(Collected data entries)
++++++++

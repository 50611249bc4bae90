/**
 * SAE AMS2750 as printed: uniformity by furnace class, in °F and in °C, and a worked example.
 */

/**
 * Class, ± °F, ± °C. Written down from copies in print and from memory; the two are not told apart row by row.
 */
export const uniformityByClass: readonly (readonly [
  furnaceClass: number,
  fahrenheit: number,
  celsius: number,
])[] = [
  [1, 5, 3],
  [2, 10, 6],
  [3, 15, 8],
  [4, 20, 10],
  [5, 25, 14],
  [6, 50, 28],
];

/** Found in print: set 1900 °F, survey 1887 to 1913 °F, that is ± 13 °F: class 3. */
export const workedClass = { setpoint: 1900, lowest: 1887, highest: 1913, furnaceClass: 3 };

++++++++

Description of the task: Starting at the line that contains "class 3. */", retype each line through the last one in the records, both included, and add nothing.

Answer to the problem:
/** Found in print: set 1900 °F, survey 1887 to 1913 °F, that is ± 13 °F: class 3. */
export const workedClass = { setpoint: 1900, lowest: 1887, highest: 1913, furnaceClass: 3 };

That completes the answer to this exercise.